Available data:
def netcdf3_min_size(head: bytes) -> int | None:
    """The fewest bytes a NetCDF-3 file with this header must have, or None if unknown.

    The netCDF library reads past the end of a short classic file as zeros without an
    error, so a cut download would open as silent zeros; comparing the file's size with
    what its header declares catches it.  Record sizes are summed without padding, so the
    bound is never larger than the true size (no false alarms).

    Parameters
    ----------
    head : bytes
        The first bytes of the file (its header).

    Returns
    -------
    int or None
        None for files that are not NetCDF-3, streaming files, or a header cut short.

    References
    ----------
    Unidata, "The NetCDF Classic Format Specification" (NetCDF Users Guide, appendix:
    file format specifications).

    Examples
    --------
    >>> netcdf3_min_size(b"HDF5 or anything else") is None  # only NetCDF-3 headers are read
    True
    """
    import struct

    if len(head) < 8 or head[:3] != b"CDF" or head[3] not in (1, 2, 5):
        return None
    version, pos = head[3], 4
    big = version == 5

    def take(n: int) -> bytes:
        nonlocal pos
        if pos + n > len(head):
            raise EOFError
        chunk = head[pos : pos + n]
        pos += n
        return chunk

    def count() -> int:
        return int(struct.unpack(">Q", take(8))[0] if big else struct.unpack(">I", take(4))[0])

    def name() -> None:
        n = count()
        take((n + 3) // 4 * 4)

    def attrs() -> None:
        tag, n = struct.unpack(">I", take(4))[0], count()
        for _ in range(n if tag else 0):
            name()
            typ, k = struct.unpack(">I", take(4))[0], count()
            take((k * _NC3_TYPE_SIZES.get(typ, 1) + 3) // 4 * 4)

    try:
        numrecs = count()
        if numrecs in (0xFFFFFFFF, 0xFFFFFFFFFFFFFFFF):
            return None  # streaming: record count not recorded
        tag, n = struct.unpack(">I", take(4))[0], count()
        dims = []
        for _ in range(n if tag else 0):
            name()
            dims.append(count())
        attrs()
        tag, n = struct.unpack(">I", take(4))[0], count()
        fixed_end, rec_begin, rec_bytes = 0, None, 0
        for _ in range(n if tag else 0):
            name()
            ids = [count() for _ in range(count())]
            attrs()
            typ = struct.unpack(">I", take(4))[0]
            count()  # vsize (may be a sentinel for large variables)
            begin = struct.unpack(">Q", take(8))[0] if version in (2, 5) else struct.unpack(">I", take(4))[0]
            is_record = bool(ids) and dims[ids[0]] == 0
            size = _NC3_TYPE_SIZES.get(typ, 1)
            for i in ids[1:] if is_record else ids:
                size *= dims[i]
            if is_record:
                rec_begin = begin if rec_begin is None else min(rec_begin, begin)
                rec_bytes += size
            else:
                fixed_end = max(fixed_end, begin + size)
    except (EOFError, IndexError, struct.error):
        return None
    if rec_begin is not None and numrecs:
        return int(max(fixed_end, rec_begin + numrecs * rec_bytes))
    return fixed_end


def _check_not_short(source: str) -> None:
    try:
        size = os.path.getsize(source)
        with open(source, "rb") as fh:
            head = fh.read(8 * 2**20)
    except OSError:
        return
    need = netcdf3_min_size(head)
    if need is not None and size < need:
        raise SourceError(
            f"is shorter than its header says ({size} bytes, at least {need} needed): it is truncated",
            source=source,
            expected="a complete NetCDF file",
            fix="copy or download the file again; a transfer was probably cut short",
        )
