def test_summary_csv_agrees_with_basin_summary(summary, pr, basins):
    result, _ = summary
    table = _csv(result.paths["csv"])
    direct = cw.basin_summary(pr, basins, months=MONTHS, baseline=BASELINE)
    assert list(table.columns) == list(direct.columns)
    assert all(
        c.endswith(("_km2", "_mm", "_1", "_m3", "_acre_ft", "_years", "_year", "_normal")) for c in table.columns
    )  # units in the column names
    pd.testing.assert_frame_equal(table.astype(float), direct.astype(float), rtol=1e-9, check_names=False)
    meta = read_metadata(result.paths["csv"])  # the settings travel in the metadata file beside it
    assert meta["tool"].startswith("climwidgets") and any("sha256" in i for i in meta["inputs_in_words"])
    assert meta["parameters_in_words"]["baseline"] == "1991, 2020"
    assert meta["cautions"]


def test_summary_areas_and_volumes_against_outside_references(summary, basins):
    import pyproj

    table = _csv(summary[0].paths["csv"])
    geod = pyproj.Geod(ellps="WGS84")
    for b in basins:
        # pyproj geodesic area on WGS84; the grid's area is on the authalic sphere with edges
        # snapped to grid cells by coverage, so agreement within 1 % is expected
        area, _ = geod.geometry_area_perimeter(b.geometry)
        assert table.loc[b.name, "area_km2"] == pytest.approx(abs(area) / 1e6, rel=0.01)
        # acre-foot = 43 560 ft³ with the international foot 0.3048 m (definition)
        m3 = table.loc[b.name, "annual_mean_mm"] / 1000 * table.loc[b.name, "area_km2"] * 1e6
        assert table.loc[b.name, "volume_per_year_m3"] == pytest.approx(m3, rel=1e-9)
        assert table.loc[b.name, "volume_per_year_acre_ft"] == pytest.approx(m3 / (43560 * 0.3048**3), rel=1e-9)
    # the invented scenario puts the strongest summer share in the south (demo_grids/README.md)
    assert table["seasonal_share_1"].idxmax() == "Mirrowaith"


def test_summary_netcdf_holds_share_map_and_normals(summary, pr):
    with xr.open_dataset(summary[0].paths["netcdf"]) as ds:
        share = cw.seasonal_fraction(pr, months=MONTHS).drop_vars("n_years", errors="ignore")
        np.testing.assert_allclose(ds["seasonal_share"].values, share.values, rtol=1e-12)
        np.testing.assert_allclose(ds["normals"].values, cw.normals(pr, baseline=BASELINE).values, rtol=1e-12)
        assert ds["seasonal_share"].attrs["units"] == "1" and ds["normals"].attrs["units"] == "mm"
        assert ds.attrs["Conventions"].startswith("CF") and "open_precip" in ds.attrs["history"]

==

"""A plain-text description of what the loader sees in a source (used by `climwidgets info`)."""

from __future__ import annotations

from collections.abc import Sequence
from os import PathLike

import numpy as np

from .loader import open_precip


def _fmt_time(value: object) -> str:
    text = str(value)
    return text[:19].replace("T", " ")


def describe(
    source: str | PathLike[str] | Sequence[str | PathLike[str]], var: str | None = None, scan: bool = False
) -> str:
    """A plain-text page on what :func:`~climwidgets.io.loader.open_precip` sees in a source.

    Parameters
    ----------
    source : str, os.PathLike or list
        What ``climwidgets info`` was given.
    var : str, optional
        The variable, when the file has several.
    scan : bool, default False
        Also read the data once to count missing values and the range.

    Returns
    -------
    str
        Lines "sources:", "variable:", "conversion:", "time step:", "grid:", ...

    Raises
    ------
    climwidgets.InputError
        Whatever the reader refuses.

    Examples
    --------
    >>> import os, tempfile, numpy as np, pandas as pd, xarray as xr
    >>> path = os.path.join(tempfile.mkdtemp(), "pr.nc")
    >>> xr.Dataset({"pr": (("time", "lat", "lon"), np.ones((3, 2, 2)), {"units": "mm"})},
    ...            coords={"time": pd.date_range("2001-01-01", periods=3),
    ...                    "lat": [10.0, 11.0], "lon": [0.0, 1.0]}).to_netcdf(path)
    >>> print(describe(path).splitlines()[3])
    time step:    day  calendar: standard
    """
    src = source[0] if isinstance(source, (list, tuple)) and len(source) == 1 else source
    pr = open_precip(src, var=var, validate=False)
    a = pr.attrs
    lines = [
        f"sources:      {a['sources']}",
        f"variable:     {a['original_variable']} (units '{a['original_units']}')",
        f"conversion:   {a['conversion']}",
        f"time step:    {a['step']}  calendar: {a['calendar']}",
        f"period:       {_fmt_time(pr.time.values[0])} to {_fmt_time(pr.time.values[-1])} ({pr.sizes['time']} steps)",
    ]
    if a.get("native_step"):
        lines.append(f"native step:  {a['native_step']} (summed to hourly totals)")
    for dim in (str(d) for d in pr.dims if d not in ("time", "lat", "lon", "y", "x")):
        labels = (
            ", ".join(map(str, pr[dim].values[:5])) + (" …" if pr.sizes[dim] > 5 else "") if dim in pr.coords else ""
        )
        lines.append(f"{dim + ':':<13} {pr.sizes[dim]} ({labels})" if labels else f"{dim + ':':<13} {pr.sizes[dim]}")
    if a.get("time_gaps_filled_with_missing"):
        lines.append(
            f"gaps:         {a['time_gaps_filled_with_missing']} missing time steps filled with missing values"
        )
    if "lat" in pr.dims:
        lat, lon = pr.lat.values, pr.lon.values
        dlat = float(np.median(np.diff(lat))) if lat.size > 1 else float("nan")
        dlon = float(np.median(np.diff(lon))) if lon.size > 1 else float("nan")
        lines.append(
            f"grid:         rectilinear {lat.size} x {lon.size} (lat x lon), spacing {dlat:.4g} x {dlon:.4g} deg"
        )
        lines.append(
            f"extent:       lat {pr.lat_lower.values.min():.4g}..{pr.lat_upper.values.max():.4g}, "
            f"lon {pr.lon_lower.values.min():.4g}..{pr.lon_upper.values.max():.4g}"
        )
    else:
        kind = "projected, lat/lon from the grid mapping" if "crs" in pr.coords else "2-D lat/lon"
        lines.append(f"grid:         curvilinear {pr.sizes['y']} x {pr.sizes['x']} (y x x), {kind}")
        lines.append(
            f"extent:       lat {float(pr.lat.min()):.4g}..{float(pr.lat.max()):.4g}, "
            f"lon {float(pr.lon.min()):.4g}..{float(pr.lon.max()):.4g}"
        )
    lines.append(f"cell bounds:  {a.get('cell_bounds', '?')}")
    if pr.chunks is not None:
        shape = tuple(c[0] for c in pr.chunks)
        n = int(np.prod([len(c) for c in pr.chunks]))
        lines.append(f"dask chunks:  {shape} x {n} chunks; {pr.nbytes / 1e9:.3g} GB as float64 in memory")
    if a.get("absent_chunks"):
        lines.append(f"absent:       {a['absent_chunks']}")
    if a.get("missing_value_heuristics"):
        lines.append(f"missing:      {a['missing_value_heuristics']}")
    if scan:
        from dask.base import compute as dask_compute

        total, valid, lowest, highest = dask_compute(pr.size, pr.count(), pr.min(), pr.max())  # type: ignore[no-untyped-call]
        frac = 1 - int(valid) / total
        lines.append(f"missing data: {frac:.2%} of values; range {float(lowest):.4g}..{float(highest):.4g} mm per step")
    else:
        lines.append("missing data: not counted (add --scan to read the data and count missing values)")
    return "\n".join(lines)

Your assignment:
Taking the line with "need = netcdf3_min_size(head)" as the first and the line with "result, _ = summary" as the last, retype that stretch of the data above exactly, with no other lines.

The completed task:
    need = netcdf3_min_size(head)
    if need is not None and size < need:
        raise SourceError(
            f"is shorter than its header says ({size} bytes, at least {need} needed): it is truncated",
            source=source,
            expected="a complete NetCDF file",
            fix="copy or download the file again; a transfer was probably cut short",
        )
def test_summary_csv_agrees_with_basin_summary(summary, pr, basins):
    result, _ = summary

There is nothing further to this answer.